## WHAT IS EXPECTED
Below are the entries. Transcribe exactly the lines from the one with "number[]; probabilities: number[];" through the one with "gap seen. */", ends included, and leave out all others.

## GIVEN DATA
import { readFileSync } from 'node:fs';
import seedrandom from 'seedrandom';
import { describe, expect, it } from 'vitest';
import { createQuantileErrorWorkspace, quantileStdErrs, stridedMoments } from '../../src/statistics/batch-means.js';
import { ChannelVarianceAccumulator } from '../../src/statistics/channel-variance.js';
import { midRankPercentileSorted, quantileSorted } from '../../src/statistics/quantiles.js';
import { ScalarAccumulator } from '../../src/statistics/scalar-accumulator.js';
import { WeightAccumulator } from '../../src/statistics/weight-accumulator.js';

// Fixture: scripts/reference/statistics_reference.py — numpy.quantile(method='linear')
// (Hyndman & Fan 1996, type 7; numpy's default percentile), numpy.std(ddof=1),
// scipy.stats.percentileofscore(kind='mean') for mid-ranks, and the batch-means errors
// recomputed in numpy the way batch-means.ts documents them (Schmeiser 1982).
interface Fixture {
  percentiles: Record<string, { values: number[]; probabilities: number[]; quantiles: number[]; percentile5_50_95: number[] }>;
  midRanks: { sample: string; score: number; percentile: number }[];
  batchMeans: Record<
    string,
    {
      values: (number | null)[];
      batches: number;
      moments: { count: number; mean: number; sd: number | null; stdErr: number | null };
      quantiles: number[];
      quantileStdErrs: number[];
      bandWidthStdErr: number;
    }
  >;
  weights: {
    draws: number;
    assets: number;
    rows: (number | null)[][];
    proposal: number[];
    threshold: number;
    perAsset: {
      mean: number;
      meanStdErr: number;
      sd: number;
      sdStdErr: number;
      bands: number[];
      p05StdErr: number;
      p95StdErr: number;
      p50StdErr: number;
      selectionRateStdErr: number;
      selectionRate: number;
      proposalPercentile: number;
      proposalPercentileStdErr: number;
    }[];
  };
  channels: Record<
    string,
    {
      meanRows: number[][];
      covarianceRows: number[][];
      meanVariance: number[];
      covarianceVariance: number[];
      perAsset: number[];
      overall: number;
      overallStdErr: number;
    }
  >;
}

const fixture = JSON.parse(readFileSync(new URL('./fixtures/statistics.json', import.meta.url), 'utf8')) as Fixture;

const TOLERANCE = 1e-12;
let worst = 0;

/** |actual − expected| ≤ 1e-12 · max(1, |expected|); also tracks the worst relative gap seen. */
function expectClose(actual: number, expected: number, what: string): void {
  const gap = Math.abs(actual - expected) / Math.max(1, Math.abs(expected));
  worst = Math.max(worst, gap);
  expect(gap, `${what}: ${actual} vs ${expected}`).toBeLessThanOrEqual(TOLERANCE);
}

function toFloat(values: (number | null)[]): Float64Array {
  return Float64Array.from(values, (v) => (v === null ? Number.NaN : v));
}

describe('percentiles against numpy (type 7)', () => {
  it('quantileSorted reproduces numpy.quantile(method="linear") including ties, n = 1, 2 and constants', () => {
    for (const [name, sample] of Object.entries(fixture.percentiles)) {
      const sorted = Float64Array.from(sample.values).sort();
      sample.probabilities.forEach((p, j) => expectClose(quantileSorted(sorted, sorted.length, p), sample.quantiles[j], `${name} q${p}`));
      [0.05, 0.5, 0.95].forEach((p, j) => expectClose(quantileSorted(sorted, sorted.length, p), sample.percentile5_50_95[j], `${name} pct`));
    }
  });

  it('mid-rank percentile matches scipy.stats.percentileofscore(kind="mean")', () => {
    for (const row of fixture.midRanks) {
      const sorted = Float64Array.from(fixture.percentiles[row.sample].values).sort();
      expectClose(midRankPercentileSorted(sorted, sorted.length, row.score), row.percentile, `${row.sample} @ ${row.score}`);
    }
  });
});

describe('moments and batch-means errors against numpy', () => {
  it('mean, sample sd (ddof=1), sd/√n and the documented quantile errors', () => {
    for (const [name, c] of Object.entries(fixture.batchMeans)) {
      const x = toFloat(c.values);
      const moments = stridedMoments(x, 0, 1, x.length);
      expect(moments.count).toBe(c.moments.count);
      expectClose(moments.mean, c.moments.mean, `${name} mean`);
      expectClose(moments.sd, c.moments.sd ?? Number.NaN, `${name} sd`);
      expectClose(moments.stdErr, c.moments.stdErr ?? Number.NaN, `${name} stdErr`);
      const errors = new Float64Array(3);
      const method = quantileStdErrs(x, 0, 1, x.length, [0.05, 0.5, 0.95], errors, createQuantileErrorWorkspace(x.length));
      expect(method).toBe('order-statistic');
      errors.forEach((e, j) => expectClose(e, c.quantileStdErrs[j], `${name} quantile SE ${j}`));

      const scalars = new ScalarAccumulator(x.length);
      x.forEach((v, b) => scalars.record(b, v));
      const summary = scalars.summarize();
      expect(summary.successfulDraws).toBe(c.moments.count);
      expect(summary.failedDraws).toBe(x.length - c.moments.count);
      expectClose(summary.p05, c.quantiles[0], `${name} p05`);
      expectClose(summary.p50, c.quantiles[1], `${name} p50`);
      expectClose(summary.p95, c.quantiles[2], `${name} p95`);
      expectClose(summary.p50StdErr, c.quantileStdErrs[1], `${name} p50 SE`);
      expectClose(summary.bandWidthStdErr, c.bandWidthStdErr, `${name} width SE`);
    }
  });
});

describe('weight accumulator summary against numpy', () => {
  it('bands, sd, errors, selection rate and proposal percentile per asset', () => {
    const w = fixture.weights;
    const accumulator = new WeightAccumulator(w.draws, w.assets);
    w.rows.forEach((row, b) => accumulator.record(b, toFloat(row)));
    const summary = accumulator.summarize(w.proposal, w.threshold);
    expect(summary.failedDraws).toBe(3);
    w.perAsset.forEach((expected, i) => {
      const got = summary.perAsset[i];
      expectClose(got.mean, expected.mean, `asset ${i} mean`);
      expectClose(summary.meanOfOptima[i], expected.mean, `asset ${i} average`);
      expectClose(got.meanStdErr, expected.meanStdErr, `asset ${i} meanStdErr`);
      expectClose(got.sd, expected.sd, `asset ${i} sd`);
      expectClose(got.sdStdErr, expected.sdStdErr, `asset ${i} sdStdErr`);
      [got.p05, got.p25, got.p50, got.p75, got.p95].forEach((v, j) => expectClose(v, expected.bands[j], `asset ${i} band ${j}`));
      expectClose(got.p05StdErr, expected.p05StdErr, `asset ${i} p05 SE`);
      expectClose(got.p95StdErr, expected.p95StdErr, `asset ${i} p95 SE`);
      expectClose(got.p50StdErr, expected.p50StdErr, `asset ${i} p50 SE`);
      expectClose(got.selectionRateStdErr, expected.selectionRateStdErr, `asset ${i} selection SE`);
      expectClose(got.bandStdErr, Math.max(expected.p05StdErr, expected.p95StdErr), `asset ${i} band SE`);
      expectClose(got.selectionRate, expected.selectionRate, `asset ${i} selection`);
      expectClose(got.proposalPercentile, expected.proposalPercentile, `asset ${i} percentile`);
      expectClose(got.proposalPercentileStdErr, expected.proposalPercentileStdErr, `asset ${i} percentile SE`);
    });
  });
});

describe('mean-driven share against numpy.var(ddof=1)', () => {
  it('per-asset and overall shares and the batch-means error, including an ill-conditioned case', () => {
    for (const [name, c] of Object.entries(fixture.channels)) {
      const draws = c.meanRows.length;
      const accumulator = new ChannelVarianceAccumulator(draws, c.meanRows[0].length);
      for (let b = 0; b < draws; b++) {
        accumulator.record(b, 'mean-only', c.meanRows[b]);
        accumulator.record(b, 'covariance-only', c.covarianceRows[b]);
      }
      const summary = accumulator.summarize();
      // Variances are compared relative to themselves: in the ill-conditioned case (0.3 + 1e-7 noise)
      // a naive Σw² − (Σw)²/n would lose about 13 of 16 digits.
      c.meanVariance.forEach((v, i) => expectClose(summary.meanChannelVariance[i] / v, 1, `${name} Var_mean ${i}`));
      c.covarianceVariance.forEach((v, i) => expectClose(summary.covarianceChannelVariance[i] / v, 1, `${name} Var_cov ${i}`));
      c.perAsset.forEach((v, i) => expectClose(summary.perAsset[i], v, `${name} share ${i}`));
      expectClose(summary.overall, c.overall, `${name} overall`);
      expectClose(summary.overallStdErr, c.overallStdErr, `${name} overall SE`);
    }
  });
});

describe('Monte Carlo checks of the error estimates', () => {
  // Standard normals by Box–Muller (Box & Muller 1958) from a seeded uniform stream.
  function normals(seed: string, count: number): Float64Array {
    const random = seedrandom(seed);
    const out = new Float64Array(count);
    for (let k = 0; k < count; k += 2) {
      const radius = Math.sqrt(-2 * Math.log(1 - random()));
      const angle = 2 * Math.PI * random();
      out[k] = radius * Math.cos(angle);
      if (k + 1 < count) out[k + 1] = radius * Math.sin(angle);
    }
    return out;
  }

  it('exact-bootstrap SE of the median of N(0,1) draws ≈ √(π/2)/√B (asymptotic variance 1/(4 f(0)² B))', () => {
    // Textbook result: the sample median's asymptotic variance is 1/(4 f(m)² B) (e.g. Serfling 1980,
    // Approximation Theorems of Mathematical Statistics, §2.3.3); for N(0,1), f(0) = 1/√(2π), so the
    // SE is √(π/2)/√B ≈ 1.2533/√B. Averaging R = 40 runs of B = 3000; tolerance 8 %. A second
    // check: the spread of the 40 full-sample medians themselves, relative sd ≈ 11 %, within 35 %.
    const B = 3000;
    const R = 40;
    const workspace = createQuantileErrorWorkspace(B);
    const errors = new Float64Array(1);
    const medians = new Float64Array(R);
    let meanError = 0;
    for (let r = 0; r < R; r++) {
      const x = normals(`median-${r}`, B);
      expect(quantileStdErrs(x, 0, 1, B, [0.5], errors, workspace)).toBe('order-statistic');
      meanError += errors[0] / R;
      const sorted = Float64Array.from(x).sort();
      medians[r] = quantileSorted(sorted, B, 0.5);
    }
    const asymptotic = Math.sqrt(Math.PI / 2) / Math.sqrt(B);
    console.log(`median SE: order statistic / asymptotic = ${(meanError / asymptotic).toFixed(4)}`);
    expect(Math.abs(meanError / asymptotic - 1)).toBeLessThan(0.08);
    const spread = stridedMoments(medians, 0, 1, R).sd;
    console.log(`median SE: spread of medians / asymptotic = ${(spread / asymptotic).toFixed(4)}`);
    expect(Math.abs(spread / asymptotic - 1)).toBeLessThan(0.35);
  });

  it('exact-bootstrap SE of the median for B = 60 is also near √(π/2)/√B', () => {
    // Same textbook asymptotics at a small B; ranks are interpolated (type 7), so the estimate is
    // close to unbiased; 200 runs are averaged: accept 0.9..1.15 of the asymptotic value.
    const B = 60;
    const R = 200;
    const workspace = createQuantileErrorWorkspace(B);
    const errors = new Float64Array(1);
    let meanError = 0;
    for (let r = 0; r < R; r++) {
      const x = normals(`order-${r}`, B);
      expect(quantileStdErrs(x, 0, 1, B, [0.5], errors, workspace)).toBe('order-statistic');
      meanError += errors[0] / R;
    }
    const ratio = meanError / (Math.sqrt(Math.PI / 2) / Math.sqrt(B));
    console.log(`median SE: order statistic / asymptotic = ${ratio.toFixed(4)}`);
    expect(ratio).toBeGreaterThan(0.9);
    expect(ratio).toBeLessThan(1.15);
  });

  it('reports the worst relative gap against the fixture', () => {
    expect(worst).toBeLessThanOrEqual(TOLERANCE);
    console.log(`statistics reference: worst relative gap ${worst.toExponential(2)}`);
  });
});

## EXPECTED ANSWER
  percentiles: Record<string, { values: number[]; probabilities: number[]; quantiles: number[]; percentile5_50_95: number[] }>;
  midRanks: { sample: string; score: number; percentile: number }[];
  batchMeans: Record<
    string,
    {
      values: (number | null)[];
      batches: number;
      moments: { count: number; mean: number; sd: number | null; stdErr: number | null };
      quantiles: number[];
      quantileStdErrs: number[];
      bandWidthStdErr: number;
    }
  >;
  weights: {
    draws: number;
    assets: number;
    rows: (number | null)[][];
    proposal: number[];
    threshold: number;
    perAsset: {
      mean: number;
      meanStdErr: number;
      sd: number;
      sdStdErr: number;
      bands: number[];
      p05StdErr: number;
      p95StdErr: number;
      p50StdErr: number;
      selectionRateStdErr: number;
      selectionRate: number;
      proposalPercentile: number;
      proposalPercentileStdErr: number;
    }[];
  };
  channels: Record<
    string,
    {
      meanRows: number[][];
      covarianceRows: number[][];
      meanVariance: number[];
      covarianceVariance: number[];
      perAsset: number[];
      overall: number;
      overallStdErr: number;
    }
  >;
}

const fixture = JSON.parse(readFileSync(new URL('./fixtures/statistics.json', import.meta.url), 'utf8')) as Fixture;

const TOLERANCE = 1e-12;
let worst = 0;

/** |actual − expected| ≤ 1e-12 · max(1, |expected|); also tracks the worst relative gap seen. */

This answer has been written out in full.